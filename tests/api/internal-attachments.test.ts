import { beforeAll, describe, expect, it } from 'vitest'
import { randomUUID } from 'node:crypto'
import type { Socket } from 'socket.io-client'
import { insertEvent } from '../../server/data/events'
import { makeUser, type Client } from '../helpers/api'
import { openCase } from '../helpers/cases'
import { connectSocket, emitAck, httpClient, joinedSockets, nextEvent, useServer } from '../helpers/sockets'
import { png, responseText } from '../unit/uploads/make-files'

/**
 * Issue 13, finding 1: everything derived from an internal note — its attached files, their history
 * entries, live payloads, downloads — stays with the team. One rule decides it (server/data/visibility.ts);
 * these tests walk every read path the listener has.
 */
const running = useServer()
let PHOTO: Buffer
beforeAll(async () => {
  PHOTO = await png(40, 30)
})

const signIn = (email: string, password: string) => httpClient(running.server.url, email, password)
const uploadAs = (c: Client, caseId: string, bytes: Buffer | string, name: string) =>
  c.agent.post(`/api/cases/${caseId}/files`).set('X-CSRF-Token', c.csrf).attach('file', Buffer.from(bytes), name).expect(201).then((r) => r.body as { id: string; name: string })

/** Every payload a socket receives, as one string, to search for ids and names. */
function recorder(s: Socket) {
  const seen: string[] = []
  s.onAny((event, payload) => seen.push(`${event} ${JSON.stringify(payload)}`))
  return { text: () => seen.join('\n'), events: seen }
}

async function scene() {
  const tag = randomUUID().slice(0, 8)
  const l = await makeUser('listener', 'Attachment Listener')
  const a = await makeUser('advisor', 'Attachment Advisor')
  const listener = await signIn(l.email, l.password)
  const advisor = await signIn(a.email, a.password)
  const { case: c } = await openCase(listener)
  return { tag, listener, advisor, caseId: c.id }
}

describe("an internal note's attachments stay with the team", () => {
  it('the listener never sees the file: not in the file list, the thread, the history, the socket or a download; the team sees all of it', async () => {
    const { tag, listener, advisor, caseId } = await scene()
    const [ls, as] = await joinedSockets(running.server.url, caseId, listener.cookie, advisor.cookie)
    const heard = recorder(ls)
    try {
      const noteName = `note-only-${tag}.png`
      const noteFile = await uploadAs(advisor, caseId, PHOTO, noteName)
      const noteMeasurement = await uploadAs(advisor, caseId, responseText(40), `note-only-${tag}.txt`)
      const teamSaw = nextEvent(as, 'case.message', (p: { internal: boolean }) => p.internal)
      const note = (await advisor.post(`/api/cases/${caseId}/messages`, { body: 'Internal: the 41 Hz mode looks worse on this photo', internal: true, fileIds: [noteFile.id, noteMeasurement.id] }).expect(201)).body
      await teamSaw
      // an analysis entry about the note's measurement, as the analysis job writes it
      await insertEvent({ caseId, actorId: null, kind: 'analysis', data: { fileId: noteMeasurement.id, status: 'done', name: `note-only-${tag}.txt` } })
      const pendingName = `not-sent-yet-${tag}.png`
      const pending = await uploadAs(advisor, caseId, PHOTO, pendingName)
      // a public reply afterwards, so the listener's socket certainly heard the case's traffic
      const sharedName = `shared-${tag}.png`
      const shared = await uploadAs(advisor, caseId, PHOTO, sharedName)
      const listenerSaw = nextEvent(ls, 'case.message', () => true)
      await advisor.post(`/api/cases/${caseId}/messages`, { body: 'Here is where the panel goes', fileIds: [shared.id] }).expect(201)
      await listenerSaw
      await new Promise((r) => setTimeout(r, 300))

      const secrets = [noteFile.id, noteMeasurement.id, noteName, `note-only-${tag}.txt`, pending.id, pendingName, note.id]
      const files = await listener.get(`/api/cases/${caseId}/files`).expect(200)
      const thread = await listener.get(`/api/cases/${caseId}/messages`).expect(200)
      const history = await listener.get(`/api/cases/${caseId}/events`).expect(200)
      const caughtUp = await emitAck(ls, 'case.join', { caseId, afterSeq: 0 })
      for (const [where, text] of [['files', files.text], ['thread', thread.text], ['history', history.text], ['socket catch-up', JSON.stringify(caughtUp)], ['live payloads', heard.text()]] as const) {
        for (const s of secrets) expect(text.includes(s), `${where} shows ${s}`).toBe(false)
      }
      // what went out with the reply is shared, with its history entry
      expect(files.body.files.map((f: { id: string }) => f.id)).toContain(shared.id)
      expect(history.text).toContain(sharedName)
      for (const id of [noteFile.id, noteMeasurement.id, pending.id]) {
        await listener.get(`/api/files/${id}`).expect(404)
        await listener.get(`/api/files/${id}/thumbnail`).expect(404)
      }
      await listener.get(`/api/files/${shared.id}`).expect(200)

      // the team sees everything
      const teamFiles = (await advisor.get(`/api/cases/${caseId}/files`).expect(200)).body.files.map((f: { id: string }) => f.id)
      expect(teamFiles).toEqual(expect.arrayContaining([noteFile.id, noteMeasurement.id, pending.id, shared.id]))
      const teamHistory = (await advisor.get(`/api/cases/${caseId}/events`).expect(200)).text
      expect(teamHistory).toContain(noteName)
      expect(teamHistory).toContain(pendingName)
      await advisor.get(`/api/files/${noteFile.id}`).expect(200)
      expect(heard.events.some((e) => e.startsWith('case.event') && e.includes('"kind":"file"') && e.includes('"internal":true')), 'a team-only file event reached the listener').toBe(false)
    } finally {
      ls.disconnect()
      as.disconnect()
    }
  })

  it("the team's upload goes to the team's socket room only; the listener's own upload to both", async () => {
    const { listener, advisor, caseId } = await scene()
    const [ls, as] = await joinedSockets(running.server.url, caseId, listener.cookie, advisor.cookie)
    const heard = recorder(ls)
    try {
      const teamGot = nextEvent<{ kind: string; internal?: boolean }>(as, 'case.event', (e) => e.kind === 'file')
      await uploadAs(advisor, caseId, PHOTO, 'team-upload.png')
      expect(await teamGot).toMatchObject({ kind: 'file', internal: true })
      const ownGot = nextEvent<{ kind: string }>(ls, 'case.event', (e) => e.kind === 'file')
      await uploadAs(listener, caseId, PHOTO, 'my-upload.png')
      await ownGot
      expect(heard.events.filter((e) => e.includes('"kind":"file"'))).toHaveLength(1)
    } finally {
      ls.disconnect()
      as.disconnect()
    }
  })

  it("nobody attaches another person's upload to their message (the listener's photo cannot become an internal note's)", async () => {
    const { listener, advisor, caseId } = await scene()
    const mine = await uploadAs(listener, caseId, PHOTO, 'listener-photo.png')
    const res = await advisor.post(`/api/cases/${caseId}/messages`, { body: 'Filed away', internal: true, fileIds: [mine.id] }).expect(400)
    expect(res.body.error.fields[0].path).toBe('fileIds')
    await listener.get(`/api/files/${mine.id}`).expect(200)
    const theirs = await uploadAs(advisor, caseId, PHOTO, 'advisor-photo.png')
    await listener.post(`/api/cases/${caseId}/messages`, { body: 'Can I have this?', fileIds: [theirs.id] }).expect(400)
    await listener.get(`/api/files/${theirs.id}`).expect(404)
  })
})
______
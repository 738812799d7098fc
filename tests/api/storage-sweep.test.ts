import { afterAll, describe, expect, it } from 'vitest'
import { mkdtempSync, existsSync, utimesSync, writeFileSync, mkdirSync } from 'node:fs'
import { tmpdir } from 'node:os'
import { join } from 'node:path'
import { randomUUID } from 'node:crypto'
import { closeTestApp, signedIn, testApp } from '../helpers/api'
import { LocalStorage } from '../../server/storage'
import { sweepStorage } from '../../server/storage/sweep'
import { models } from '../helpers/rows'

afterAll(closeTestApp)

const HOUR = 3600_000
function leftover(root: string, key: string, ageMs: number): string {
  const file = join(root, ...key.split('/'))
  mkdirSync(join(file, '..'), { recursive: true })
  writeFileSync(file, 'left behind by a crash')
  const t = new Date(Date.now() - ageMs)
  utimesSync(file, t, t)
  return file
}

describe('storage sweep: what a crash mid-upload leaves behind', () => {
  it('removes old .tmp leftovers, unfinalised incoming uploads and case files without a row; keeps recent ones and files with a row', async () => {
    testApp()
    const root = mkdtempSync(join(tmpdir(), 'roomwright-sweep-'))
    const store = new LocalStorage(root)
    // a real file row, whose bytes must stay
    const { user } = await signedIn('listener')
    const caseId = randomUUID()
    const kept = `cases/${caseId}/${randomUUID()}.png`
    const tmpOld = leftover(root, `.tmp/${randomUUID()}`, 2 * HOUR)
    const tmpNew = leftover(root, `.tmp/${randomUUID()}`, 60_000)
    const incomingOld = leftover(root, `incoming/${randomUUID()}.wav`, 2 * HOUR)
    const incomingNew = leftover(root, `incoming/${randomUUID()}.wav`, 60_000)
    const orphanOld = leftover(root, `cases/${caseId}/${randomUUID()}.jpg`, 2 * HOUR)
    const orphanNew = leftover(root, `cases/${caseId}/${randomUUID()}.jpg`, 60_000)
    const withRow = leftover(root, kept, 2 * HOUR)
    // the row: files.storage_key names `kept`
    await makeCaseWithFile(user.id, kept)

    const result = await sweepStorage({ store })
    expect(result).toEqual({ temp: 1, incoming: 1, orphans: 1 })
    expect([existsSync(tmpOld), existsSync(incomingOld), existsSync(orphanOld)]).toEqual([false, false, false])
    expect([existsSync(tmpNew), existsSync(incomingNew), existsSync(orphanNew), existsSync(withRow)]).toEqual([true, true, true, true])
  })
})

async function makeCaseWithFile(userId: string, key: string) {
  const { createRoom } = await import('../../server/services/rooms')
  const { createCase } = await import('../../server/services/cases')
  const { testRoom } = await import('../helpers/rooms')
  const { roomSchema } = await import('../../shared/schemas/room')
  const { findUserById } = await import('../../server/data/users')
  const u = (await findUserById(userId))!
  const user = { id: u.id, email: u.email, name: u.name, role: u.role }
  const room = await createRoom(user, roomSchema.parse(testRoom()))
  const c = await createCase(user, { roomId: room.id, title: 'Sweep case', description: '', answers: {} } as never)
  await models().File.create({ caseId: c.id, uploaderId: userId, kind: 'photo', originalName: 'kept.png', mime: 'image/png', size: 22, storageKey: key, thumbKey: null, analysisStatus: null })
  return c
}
______
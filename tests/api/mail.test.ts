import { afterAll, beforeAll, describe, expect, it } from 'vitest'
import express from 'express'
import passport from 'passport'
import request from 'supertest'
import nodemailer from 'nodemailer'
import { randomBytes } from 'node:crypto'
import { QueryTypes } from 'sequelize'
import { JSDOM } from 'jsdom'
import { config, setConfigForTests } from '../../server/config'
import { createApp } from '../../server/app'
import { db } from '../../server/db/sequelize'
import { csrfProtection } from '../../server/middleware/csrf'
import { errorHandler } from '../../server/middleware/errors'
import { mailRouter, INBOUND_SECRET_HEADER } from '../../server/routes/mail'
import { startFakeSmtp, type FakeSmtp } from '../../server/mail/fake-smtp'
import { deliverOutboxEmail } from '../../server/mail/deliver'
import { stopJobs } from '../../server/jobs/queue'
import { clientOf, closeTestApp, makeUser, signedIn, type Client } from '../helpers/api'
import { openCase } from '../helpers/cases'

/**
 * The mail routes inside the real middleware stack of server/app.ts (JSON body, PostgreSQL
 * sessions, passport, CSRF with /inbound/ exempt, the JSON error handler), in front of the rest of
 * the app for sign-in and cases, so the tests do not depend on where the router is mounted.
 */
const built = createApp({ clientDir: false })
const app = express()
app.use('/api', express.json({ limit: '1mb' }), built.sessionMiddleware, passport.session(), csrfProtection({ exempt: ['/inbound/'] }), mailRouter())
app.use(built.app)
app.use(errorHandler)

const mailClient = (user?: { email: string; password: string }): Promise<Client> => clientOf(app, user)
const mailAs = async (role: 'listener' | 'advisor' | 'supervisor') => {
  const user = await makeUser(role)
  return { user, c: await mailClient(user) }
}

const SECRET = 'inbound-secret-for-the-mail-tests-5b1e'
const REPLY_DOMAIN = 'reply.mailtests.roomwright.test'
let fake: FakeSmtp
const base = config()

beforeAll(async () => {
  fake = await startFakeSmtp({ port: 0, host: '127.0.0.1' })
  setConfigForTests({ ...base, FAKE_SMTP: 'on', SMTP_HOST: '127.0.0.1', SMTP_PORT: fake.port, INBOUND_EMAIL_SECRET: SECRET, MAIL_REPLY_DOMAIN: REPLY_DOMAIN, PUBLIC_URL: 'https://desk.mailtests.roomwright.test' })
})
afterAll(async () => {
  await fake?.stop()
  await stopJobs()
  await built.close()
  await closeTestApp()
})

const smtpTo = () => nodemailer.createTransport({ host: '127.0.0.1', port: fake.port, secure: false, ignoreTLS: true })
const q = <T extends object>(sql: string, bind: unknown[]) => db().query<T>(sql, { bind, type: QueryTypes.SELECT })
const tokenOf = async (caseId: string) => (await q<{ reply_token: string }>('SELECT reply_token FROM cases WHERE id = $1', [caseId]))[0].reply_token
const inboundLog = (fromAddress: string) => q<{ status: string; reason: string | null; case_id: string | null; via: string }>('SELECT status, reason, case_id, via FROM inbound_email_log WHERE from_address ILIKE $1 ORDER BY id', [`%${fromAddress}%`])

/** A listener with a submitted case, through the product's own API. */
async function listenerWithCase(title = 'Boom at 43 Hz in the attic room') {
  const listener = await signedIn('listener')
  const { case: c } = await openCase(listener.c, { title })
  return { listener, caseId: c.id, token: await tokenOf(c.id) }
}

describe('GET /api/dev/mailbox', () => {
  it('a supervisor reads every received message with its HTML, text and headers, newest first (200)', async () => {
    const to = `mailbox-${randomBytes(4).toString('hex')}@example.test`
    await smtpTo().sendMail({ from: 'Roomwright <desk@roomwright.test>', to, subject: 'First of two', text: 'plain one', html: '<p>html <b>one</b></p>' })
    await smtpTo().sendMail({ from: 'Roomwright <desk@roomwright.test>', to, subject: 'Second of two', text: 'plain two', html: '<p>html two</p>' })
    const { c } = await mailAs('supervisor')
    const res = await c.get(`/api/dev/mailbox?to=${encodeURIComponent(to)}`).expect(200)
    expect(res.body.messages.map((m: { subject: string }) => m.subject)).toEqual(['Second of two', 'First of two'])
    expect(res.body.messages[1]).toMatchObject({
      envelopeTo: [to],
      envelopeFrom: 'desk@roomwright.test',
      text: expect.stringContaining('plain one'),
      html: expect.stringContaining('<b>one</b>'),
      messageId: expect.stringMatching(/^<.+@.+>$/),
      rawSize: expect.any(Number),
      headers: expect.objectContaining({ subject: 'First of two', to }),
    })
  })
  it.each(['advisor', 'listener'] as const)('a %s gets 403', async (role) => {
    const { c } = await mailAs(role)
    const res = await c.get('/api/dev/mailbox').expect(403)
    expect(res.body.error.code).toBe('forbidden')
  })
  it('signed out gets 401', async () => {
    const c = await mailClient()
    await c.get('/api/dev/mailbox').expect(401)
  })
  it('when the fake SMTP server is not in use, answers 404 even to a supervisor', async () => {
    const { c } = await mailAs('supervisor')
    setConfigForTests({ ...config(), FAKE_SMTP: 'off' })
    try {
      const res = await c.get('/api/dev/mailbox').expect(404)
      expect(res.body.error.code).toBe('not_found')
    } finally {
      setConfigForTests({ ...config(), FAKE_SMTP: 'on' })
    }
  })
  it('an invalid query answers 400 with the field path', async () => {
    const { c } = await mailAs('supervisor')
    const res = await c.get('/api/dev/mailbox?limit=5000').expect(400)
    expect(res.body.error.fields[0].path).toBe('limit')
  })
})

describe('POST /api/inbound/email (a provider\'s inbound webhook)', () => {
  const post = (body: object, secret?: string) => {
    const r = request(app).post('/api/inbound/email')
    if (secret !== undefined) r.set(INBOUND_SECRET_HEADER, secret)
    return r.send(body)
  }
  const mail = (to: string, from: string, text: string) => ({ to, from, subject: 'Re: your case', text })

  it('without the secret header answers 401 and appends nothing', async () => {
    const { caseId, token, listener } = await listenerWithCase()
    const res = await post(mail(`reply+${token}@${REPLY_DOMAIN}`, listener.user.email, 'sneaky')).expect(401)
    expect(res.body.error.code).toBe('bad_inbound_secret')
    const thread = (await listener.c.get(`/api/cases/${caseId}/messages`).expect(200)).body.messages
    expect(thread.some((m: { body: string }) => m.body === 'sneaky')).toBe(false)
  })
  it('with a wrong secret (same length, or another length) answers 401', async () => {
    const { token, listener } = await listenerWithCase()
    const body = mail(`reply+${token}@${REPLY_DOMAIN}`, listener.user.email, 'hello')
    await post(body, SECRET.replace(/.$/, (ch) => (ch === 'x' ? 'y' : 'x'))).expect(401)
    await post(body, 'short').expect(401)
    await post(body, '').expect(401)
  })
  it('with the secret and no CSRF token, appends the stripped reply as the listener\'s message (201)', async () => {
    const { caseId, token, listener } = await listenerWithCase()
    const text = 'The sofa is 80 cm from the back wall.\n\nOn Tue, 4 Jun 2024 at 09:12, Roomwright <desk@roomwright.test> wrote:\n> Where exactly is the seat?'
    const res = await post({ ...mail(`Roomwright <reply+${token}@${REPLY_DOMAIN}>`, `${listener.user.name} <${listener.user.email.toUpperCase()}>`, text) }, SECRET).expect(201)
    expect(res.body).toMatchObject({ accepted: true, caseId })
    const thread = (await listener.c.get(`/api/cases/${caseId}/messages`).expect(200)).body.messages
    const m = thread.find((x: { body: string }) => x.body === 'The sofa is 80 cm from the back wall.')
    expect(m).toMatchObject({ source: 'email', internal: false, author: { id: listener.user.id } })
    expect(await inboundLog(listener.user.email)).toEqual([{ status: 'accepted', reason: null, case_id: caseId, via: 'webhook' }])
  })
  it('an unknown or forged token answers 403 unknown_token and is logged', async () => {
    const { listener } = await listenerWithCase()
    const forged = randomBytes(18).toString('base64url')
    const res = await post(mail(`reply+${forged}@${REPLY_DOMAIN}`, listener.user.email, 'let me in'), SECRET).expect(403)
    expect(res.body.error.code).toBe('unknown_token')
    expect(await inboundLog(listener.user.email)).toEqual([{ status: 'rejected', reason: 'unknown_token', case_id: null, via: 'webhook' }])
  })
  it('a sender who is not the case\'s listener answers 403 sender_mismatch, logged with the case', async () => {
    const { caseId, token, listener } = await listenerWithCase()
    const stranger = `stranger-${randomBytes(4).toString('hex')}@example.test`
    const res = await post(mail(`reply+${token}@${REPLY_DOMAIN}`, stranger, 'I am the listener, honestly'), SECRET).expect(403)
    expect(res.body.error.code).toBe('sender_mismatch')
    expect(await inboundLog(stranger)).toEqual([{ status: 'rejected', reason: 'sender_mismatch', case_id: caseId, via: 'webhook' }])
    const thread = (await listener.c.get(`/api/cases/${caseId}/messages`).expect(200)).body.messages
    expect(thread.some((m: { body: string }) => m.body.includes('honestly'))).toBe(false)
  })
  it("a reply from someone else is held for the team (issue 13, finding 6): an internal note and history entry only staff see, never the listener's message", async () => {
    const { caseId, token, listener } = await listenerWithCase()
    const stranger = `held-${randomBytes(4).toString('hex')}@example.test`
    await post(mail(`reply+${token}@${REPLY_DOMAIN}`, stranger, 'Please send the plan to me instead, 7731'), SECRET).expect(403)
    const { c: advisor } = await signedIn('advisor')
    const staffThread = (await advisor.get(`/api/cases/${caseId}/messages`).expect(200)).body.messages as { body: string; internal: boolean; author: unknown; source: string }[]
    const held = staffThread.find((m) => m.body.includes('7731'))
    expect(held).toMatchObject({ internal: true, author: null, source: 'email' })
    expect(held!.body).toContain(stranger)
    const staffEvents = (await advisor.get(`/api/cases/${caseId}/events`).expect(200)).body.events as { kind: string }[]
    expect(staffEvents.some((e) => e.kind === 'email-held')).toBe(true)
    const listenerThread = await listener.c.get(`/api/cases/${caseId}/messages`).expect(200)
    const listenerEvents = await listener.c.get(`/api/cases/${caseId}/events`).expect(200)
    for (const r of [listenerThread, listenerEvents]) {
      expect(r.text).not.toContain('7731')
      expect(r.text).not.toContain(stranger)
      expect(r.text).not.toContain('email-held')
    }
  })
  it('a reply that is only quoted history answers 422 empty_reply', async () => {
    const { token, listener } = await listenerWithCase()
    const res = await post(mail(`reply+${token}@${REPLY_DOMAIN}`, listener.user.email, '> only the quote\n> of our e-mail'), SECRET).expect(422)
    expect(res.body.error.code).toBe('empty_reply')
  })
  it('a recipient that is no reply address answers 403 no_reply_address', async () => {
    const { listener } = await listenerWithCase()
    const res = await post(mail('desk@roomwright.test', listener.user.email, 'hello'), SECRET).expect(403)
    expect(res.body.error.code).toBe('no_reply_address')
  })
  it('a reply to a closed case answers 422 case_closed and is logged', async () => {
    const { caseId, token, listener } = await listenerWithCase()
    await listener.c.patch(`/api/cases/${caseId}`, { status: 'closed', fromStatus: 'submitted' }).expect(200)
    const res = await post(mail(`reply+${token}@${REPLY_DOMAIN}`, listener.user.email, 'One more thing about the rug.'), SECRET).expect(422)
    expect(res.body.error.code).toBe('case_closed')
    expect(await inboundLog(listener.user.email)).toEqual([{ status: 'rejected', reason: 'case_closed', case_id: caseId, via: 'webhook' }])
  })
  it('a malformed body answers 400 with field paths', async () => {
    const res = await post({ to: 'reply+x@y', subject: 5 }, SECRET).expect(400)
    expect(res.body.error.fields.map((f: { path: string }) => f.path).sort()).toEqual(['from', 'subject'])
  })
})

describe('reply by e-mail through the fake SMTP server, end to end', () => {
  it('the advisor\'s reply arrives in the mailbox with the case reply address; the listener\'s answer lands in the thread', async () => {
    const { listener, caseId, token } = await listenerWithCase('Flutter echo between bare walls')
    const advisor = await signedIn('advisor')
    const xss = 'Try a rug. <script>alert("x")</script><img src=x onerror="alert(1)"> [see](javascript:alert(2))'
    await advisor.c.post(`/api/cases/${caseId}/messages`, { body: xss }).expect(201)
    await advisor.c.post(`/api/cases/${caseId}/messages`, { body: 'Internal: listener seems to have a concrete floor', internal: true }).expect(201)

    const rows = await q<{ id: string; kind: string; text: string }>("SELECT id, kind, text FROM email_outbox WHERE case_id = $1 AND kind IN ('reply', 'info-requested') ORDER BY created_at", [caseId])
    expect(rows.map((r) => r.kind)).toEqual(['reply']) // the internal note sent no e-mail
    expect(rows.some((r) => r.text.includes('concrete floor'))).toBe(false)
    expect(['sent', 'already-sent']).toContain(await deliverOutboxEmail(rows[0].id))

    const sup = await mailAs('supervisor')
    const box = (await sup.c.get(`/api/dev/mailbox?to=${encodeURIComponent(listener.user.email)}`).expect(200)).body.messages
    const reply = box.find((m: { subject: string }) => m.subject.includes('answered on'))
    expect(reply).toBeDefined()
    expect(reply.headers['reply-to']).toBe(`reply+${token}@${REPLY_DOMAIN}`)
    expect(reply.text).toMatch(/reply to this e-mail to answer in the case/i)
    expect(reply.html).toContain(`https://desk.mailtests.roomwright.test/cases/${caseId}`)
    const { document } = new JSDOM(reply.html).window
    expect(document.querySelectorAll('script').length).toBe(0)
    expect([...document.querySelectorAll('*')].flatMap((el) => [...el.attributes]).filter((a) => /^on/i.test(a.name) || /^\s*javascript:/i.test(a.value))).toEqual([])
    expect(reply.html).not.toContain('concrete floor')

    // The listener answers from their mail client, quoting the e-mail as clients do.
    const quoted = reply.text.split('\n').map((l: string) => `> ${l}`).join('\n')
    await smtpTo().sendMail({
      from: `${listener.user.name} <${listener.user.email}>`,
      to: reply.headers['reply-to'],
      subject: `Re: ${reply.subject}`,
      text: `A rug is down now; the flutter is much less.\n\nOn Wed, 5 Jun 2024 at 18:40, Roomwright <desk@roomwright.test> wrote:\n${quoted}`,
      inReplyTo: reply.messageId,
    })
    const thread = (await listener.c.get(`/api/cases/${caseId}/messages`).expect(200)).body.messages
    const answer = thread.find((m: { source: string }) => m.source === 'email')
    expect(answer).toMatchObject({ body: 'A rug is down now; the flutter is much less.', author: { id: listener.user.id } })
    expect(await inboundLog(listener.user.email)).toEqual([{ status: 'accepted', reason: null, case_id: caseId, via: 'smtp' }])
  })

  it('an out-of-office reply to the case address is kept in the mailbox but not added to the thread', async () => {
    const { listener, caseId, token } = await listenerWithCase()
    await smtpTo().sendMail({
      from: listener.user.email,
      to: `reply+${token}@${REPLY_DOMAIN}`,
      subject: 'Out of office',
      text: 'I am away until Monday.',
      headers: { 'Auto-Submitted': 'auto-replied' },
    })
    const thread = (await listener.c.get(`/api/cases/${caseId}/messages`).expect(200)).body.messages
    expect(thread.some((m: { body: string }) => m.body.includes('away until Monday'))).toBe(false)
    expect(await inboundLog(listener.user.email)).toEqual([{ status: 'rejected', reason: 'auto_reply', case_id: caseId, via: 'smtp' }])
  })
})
______
Problem to work on → Scan the records for the word "mailtests" and copy every line where it is found.

Result for this task →
const REPLY_DOMAIN = 'reply.mailtests.roomwright.test'
  setConfigForTests({ ...base, FAKE_SMTP: 'on', SMTP_HOST: '127.0.0.1', SMTP_PORT: fake.port, INBOUND_EMAIL_SECRET: SECRET, MAIL_REPLY_DOMAIN: REPLY_DOMAIN, PUBLIC_URL: 'https://desk.mailtests.roomwright.test' })
    expect(reply.html).toContain(`https://desk.mailtests.roomwright.test/cases/${caseId}`)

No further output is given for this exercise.